Zaczniemy od tej rzeczy najtrudniejszej, czyli od obróbki bloków kamiennych z dokładnością do 1 mm.
Znacie to powiedzenie, ze kropla drąży skałę? Znacie nowoczesne urządzenie o nazwie water jet, wiecie ze wodą można przecinać metal, szkło i ceramikę. Wiecie o tym ze strumień wody można dowolnie formować w postaci cylindra, arkusza, trójkąta, paraboli itp.
Czy zdajecie sobie sprawę z tego, ze strumień wody jest wstanie spadać na ziemie idealnie prostopadle do powierzchni ziemi? To właśnie dzięki temu zjawisku jest możliwe precyzyjne cięcie...
Nie trzeba mieć super precyzyjnych maszyn, aby wykonać bardzo dokładne przyrządy pomiarowe, potrzebny jest jedynie czas... Egipcjanie mogli tworzyć bardzo prostackie urządzenia, do cięcia wodą. To właśnie spadająca z góry woda, wraz z materiałem ściernym mogła szlifować ówczesne kamienie, do tak niesamowicie precyzyjnej formy, jaką są bloki skalne.
Jeżeli do płaskiego strumienia wody, dodamy materiału ściernego w postaci piasku w który Egipt był dość zasobny, otrzymamy coś w rodzaju naturalnej szlifierki taśmowej, a już dobrze wiecie ze na szlifierce taśmowej można bez problemu oszlifować sześcian do bardzo precyzyjnych wymiarów.

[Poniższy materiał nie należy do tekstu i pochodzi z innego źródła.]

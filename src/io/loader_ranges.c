/* kilter: the plausible range of every physical quantity the loader reads.
 *
 * A value outside its hard limits is refused with a located message naming
 * the value, the element and the accepted range: such a number is a slip of
 * the unit or the exponent, and would reach the solver as an overflow (a
 * nominal voltage of 1e300 kV) or a singular matrix (a GMR of 1e-300 ft).
 * Between the hard limits and the usual band the trade has odd but real
 * values (a 400 Hz or 25 Hz system, a 230 kV source, a 100 km rural line):
 * those are accepted with a warning.
 *
 * The bands are wide on purpose.  Unless a row says otherwise they are
 * common practice: the span of what distribution and subtransmission
 * equipment is built as, widened by an order of magnitude or more for the
 * hard limits.  Each row is (element, key, quantity) -> limits in SI. */
#include <math.h>
#include <stdint.h>
#include <stdio.h>
#include <string.h>
#include "kilter/units.h"
#include "kl_io.h"

enum { R_ABS = 1 }; /* the limits apply to |x| (a coordinate, a complex value) */

typedef struct {
    const char *kind;  /* kl_ld_label's element kind ("" for the file's top level) */
    const char *key;   /* the key; NULL: any key of that kind and quantity */
    int q;             /* kl_quantity */
    int flags;         /* R_ABS */
    double hard_lo, hard_hi, warn_lo, warn_hi; /* SI (kV for the model's kV fields: see scale) */
    double scale;      /* display value = SI value * scale */
    const char *unit;  /* display unit */
    const char *what;  /* the quantity, for the message */
} kl_range;

#define BIG 1e300 /* no limit on that side */

/* Most specific rows first: the first row that matches is used. */
static const kl_range ranges[] = {
    /* source: nominal voltage, LV networks (0.208 kV) to the highest AC
     * transmission voltages in service (1100 kV, IEC 60038, from memory); a
     * distribution feeder is usually 0.2 to 69 kV */
    {"source", "nominal_voltage", KL_Q_VOLTAGE, 0, 50, 1.2e6, 200, 69e3, 1e-3, "kV", "a nominal voltage"},
    /* 50 and 60 Hz; 16.7 and 25 Hz (railways), 400 Hz (aircraft, ships) are real */
    {"source", "frequency", KL_Q_FREQUENCY, 0, 10, 1000, 45, 65, 1, "Hz", "a system frequency"},
    /* the source set point: ANSI C84.1 Range B is 0.9 to 1.058 pu at service (from memory);
     * a substation bus is held near 1.0 to 1.05 pu */
    {"source", "regulated_voltage", KL_Q_PER_UNIT, 0, 0.5, 1.5, 0.9, 1.1, 1, "pu", "a source voltage"},
    /* a phase angle: reduced to one turn by the loader; beyond ten turns it is
     * no angle anyone meant (1e15 deg is not even a whole number of degrees
     * apart from its neighbours in binary) */
    {"source", "angle", KL_Q_ANGLE, R_ABS, 0, 3600, 0, 360, 1, "deg", "a source angle"},
    {"source", "ground_relay_pickup", KL_Q_CURRENT, 0, 0.1, 1e5, 1, 5000, 1, "A", "a relay pickup current"},
    {"source", "short_circuit", KL_Q_POWER, 0, 1e5, 1e12, 1e6, 1e11, 1e-6, "MVA", "a short-circuit power"},
    {"source", "x_over_r", KL_Q_NUMBER, 0, 0.01, 1000, 0.5, 100, 1, "", "an X/R ratio"},
    {"source", NULL, KL_Q_IMPEDANCE, R_ABS, 0, 1e4, 0, 1000, 1, "ohm", "a source impedance"},
    /* conductors: 2000 kcmil Cu is 2e-5 ohm/m, #14 Cu 8e-3 ohm/m and a steel
     * guy strand some 0.01 ohm/m (from memory) */
    {"conductor", "resistance", KL_Q_OHM_PER_LENGTH, 0, 1e-6, 10, 1e-5, 0.05, 1e3, "ohm/km",
     "a conductor resistance"},
    {"conductor", "resistance_temperature", KL_Q_TEMPERATURE, 0, -60, 300, -40, 150, 1, "degC",
     "a conductor temperature"},
    /* a solid conductor's GMR is 0.7788 r (Kersting, eq. 4.14, from memory) */
    {"conductor", "gmr", KL_Q_LENGTH, 0, 1e-5, 1, 1e-4, 0.1, 1e3, "mm", "a conductor GMR"},
    {"conductor", "diameter", KL_Q_LENGTH, 0, 1e-4, 0.5, 1e-3, 0.1, 1e3, "mm", "a conductor diameter"},
    {"conductor", NULL, KL_Q_CURRENT, 0, 0.1, 1e5, 1, 5000, 1, "A", "an ampacity"}, /* and emergency */
    {"conductor", "area", KL_Q_AREA, 0, 1e-9, 1e-2, 1e-7, 3e-3, 1e6, "mm2", "a conductor area"},
    /* cables: concentric-neutral cables have some 6 to 40 strands */
    {"cable", "strands", KL_Q_NUMBER, 0, 1, 1000, 1, 200, 1, "", "a number of neutral strands"},
    {"cable", "tape_thickness", KL_Q_LENGTH, 0, 1e-6, 0.01, 1e-5, 2e-3, 1e3, "mm", "a tape thickness"},
    /* metals: 1.6e-8 (Ag) to some 1e-6 ohm m (stainless, lead alloys) */
    {"cable", "tape_resistivity", KL_Q_RESISTIVITY, 0, 1e-9, 1e-5, 1e-8, 1e-6, 1, "ohm-m",
     "a tape resistivity"},
    /* XLPE 2.3, EPR 3, paper 3.5 (from memory) */
    {"cable", "permittivity", KL_Q_NUMBER, 0, 1, 100, 1.5, 10, 1, "", "a relative permittivity"},
    {"cable", NULL, KL_Q_CURRENT, 0, 0.1, 1e5, 1, 5000, 1, "A", "an ampacity"},
    {"cable", NULL, KL_Q_LENGTH, 0, 1e-3, 0.5, 5e-3, 0.2, 1e3, "mm", "a cable diameter"},
    /* earth: sea water some 0.2 ohm m, rock 1e4 and more (IEEE Std 80, from memory) */
    {"", "earth_resistivity", KL_Q_RESISTIVITY, 0, 0.01, 1e6, 1, 1e4, 1, "ohm-m", "an earth resistivity"},
    {"construction", "earth_resistivity", KL_Q_RESISTIVITY, 0, 0.01, 1e6, 1, 1e4, 1, "ohm-m",
     "an earth resistivity"},
    /* a line's impedance and susceptance per length: overhead lines some
     * 0.3 to 1 ohm/km and 3 uS/km, cables to some 60 uS/km */
    {"construction", NULL, KL_Q_CURRENT, 0, 0.1, 1e5, 1, 5000, 1, "A", "an ampacity"},
    {"construction", NULL, KL_Q_OHM_PER_LENGTH, R_ABS, 0, 1, 0, 0.05, 1e3, "ohm/km", "a line impedance"},
    {"construction", NULL, KL_Q_S_PER_LENGTH, R_ABS, 0, 1e-5, 0, 5e-7, 1e9, "uS/km", "a line susceptance"},
    /* layouts: crossarm and pole positions, trench depths */
    {"layout", "x", KL_Q_LENGTH, R_ABS, 0, 1000, 0, 50, 1, "m", "a horizontal position"},
    {"layout", "height", KL_Q_LENGTH, 0, 0.1, 500, 3, 100, 1, "m", "a conductor height"},
    {"layout", "depth", KL_Q_LENGTH, 0, 1e-3, 100, 0.1, 10, 1, "m", "a burial depth"},
    /* plot coordinates: any unit, finite within what a drawing can scale */
    {"bus", NULL, KL_Q_NUMBER, R_ABS, 0, 1e9, 0, 1e9, 1, "", "a bus coordinate"},
    /* sections: a distribution line from a metre to some 100 km (long rural lines) */
    {"section", "length", KL_Q_LENGTH, 0, 1e-3, 1e6, 0.1, 1e5, 1e-3, "km", "a line length"},
    /* transformers: single-phase 5 kVA to substation 100 MVA and beyond */
    {"transformer", NULL, KL_Q_POWER, 0, 100, 1e10, 1e3, 5e8, 1e-3, "kVA", "a transformer rating"},
    {"transformer", "voltage", KL_Q_VOLTAGE, 0, 50, 1.2e6, 100, 230e3, 1e-3, "kV", "a winding voltage"},
    /* per-unit resistance some 0.5 to 2 %, reactance 2 to 12 %, no-load loss
     * 0.1 to 0.5 % (IEEE C57.12.00 ranges, from memory) */
    {"transformer", "resistance", KL_Q_SHARE, 0, 0, 0.5, 0, 0.1, 100, "%", "a transformer resistance"},
    {"transformer", "reactance", KL_Q_SHARE, 0, 1e-4, 1, 5e-3, 0.25, 100, "%", "a transformer reactance"},
    {"transformer", "no_load_loss", KL_Q_SHARE, 0, 0, 0.1, 0, 0.02, 100, "%", "a no-load loss"},
    /* step-voltage regulators: 32 steps of 5/8 % for +-10 % (ANSI/IEEE
     * C57.15, from memory; the 0.625 % step is the IEEE 13-node data
     * sheet's); the relay is on a 120 V base */
    {"regulator", "steps", KL_Q_NUMBER, 0, 1, 64, 4, 32, 1, "", "a number of regulator steps"},
    {"regulator", "step", KL_Q_SHARE, 0, 1e-4, 0.05, 3e-3, 0.0125, 100, "%", "a regulator step"},
    {"regulator", "voltage_level", KL_Q_VOLTAGE, 0, 60, 180, 110, 135, 1, "V", "a regulator voltage level"},
    {"regulator", "bandwidth", KL_Q_VOLTAGE, 0, 0.1, 24, 0.5, 6, 1, "V", "a regulator bandwidth"},
    {"regulator", "pt_ratio", KL_Q_NUMBER, 0, 1, 1e4, 2, 600, 1, "", "a PT ratio"},
    {"regulator", "ct_primary", KL_Q_CURRENT, 0, 1, 1e5, 5, 5000, 1, "A", "a CT primary current"},
    {"regulator", NULL, KL_Q_CURRENT, 0, 1, 1e5, 5, 5000, 1, "A", "a regulator current rating"},
    {"regulator", NULL, KL_Q_VOLTAGE, R_ABS, 0, 120, 0, 24, 1, "V", "a compensator setting"},
    /* loads and capacitors, per phase: a house some kVA, a large plant tens of MVA */
    {"load", NULL, KL_Q_POWER, R_ABS, 0, 1e9, 0, 5e7, 1e-3, "kVA", "a load per phase"},
    /* shares of a load: the zip fractions and the third harmonic, 0 to 100 % */
    {"load", NULL, KL_Q_SHARE, 0, 0, 1, 0, 1, 100, "%", "a share of the load"},
    {"load", "move_cost", KL_Q_NUMBER, 0, 0, 1e9, 0, 1e9, 1, "", "a move cost"},
    {"capacitor", "rated_voltage", KL_Q_VOLTAGE, 0, 50, 1.2e6, 100, 230e3, 1e-3, "kV", "a rated voltage"},
    {"capacitor", NULL, KL_Q_POWER, R_ABS, 0, 1e8, 0, 1e7, 1e-3, "kvar", "a capacitor per phase"},
};
#define NRANGES ((int)(sizeof ranges / sizeof ranges[0]))

static int matches(const kl_range *r, const char *kind, const char *key, int q)
{
    return r->q == q && strcmp(r->kind, kind) == 0 && (!r->key || strcmp(r->key, key) == 0);
}

/* The row for (kind, key, q), or NULL.  Called for every value of every
 * element, so the answer is cached by the pointers of the kind and the key,
 * which are literals and key tables of the loader (the same text at another
 * address only costs a second look-up). */
static const kl_range *find(kl_range_slot *cache, const char *kind, const char *key, int q)
{
    uintptr_t h = ((uintptr_t)kind >> 3) * 31u + ((uintptr_t)key >> 3) * 7u + (uintptr_t)q;
    kl_range_slot *s = &cache[h % KL_RANGE_CACHE];
    int i;
    if (s->kind == kind && s->key == key && s->q == q && s->row != 0)
        return s->row > 0 ? &ranges[s->row - 1] : NULL;
    for (i = 0; i < NRANGES && !matches(&ranges[i], kind, key, q); i++)
        ;
    s->kind = kind;
    s->key = key;
    s->q = q;
    s->row = i < NRANGES ? i + 1 : -1;
    return i < NRANGES ? &ranges[i] : NULL;
}

static void range_text(const kl_range *r, double lo, double hi, char *buf, size_t n)
{
    const char *sp = r->unit[0] ? " " : "";
    if (r->flags & R_ABS)
        snprintf(buf, n, "%.6g%s%s in magnitude at most", hi * r->scale, sp, r->unit);
    else
        snprintf(buf, n, "%.6g to %.6g%s%s", lo * r->scale, hi * r->scale, sp, r->unit);
}

int kl_ld_range_judge(kl_range_slot *cache, const char *kind, const char *key, int q, double x,
                      const char **what, char *span, size_t n)
{
    const kl_range *r = find(cache, kind ? kind : "", key, q);
    double v = x;
    if (!r)
        return 0;
    if (r->flags & R_ABS)
        v = fabs(x);
    *what = r->what;
    if (!(v >= r->hard_lo && v <= r->hard_hi)) {
        range_text(r, r->hard_lo, r->hard_hi, span, n);
        return 2;
    }
    if (v < r->warn_lo || v > r->warn_hi) {
        range_text(r, r->warn_lo, r->warn_hi, span, n);
        return 1;
    }
    return 0;
}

My ludzie współcześni, jesteśmy niewolnikami czasu... Liczymy się z czasem, ale jak to było w starożytnym Egipcie? Tak na prawdę nie wiadomo...
Ale jeżeli budowa piramidy trwała np. 20 lat, to czym jest w porównaniu do takiego okresu szlifowanie kamienia przez 5 lat! Dlaczego ludzkość zakłada ze ludzie mieli by szlifować te kamienie ręcznie? Woda to jeden z niszczycielskich żywiołów. Dlaczego ludzie mieli by go nie wykorzystać do swoich celów?

Wiecie o tym ze jestem niewolnikiem hasła, ze geniusz tkwi w prostocie. Ziemia, jako planeta składa się większości z wody, a sama duża część Afryki to przecież pustynia, czyli ścierniwo.
Do tego dochodzą rzeki, wodospady, jeziora i inne zbiorniki wody. Grawitacja to napęd...Wystarczy to tylko ze sobą połączyć.

Może wystarczyło tylko zmienić bieg rzeki, zbić sztuczne koryta z drewna, nasypać piachu i może obróbka kamienia robiła się sama?
Wiecie to tylko moje luźne przemyślenia, ale wkurza mnie to sprowadzenie wszystkiego do kosmitów, to zabija naukę, która polega przecież na zadawaniu pytań i szukaniu odpowiedzi. Niedługo okaże się ze frezarki CNC budowali kosmici, bo przecież człowiek nie mógł zbudować maszynę co robi do setki...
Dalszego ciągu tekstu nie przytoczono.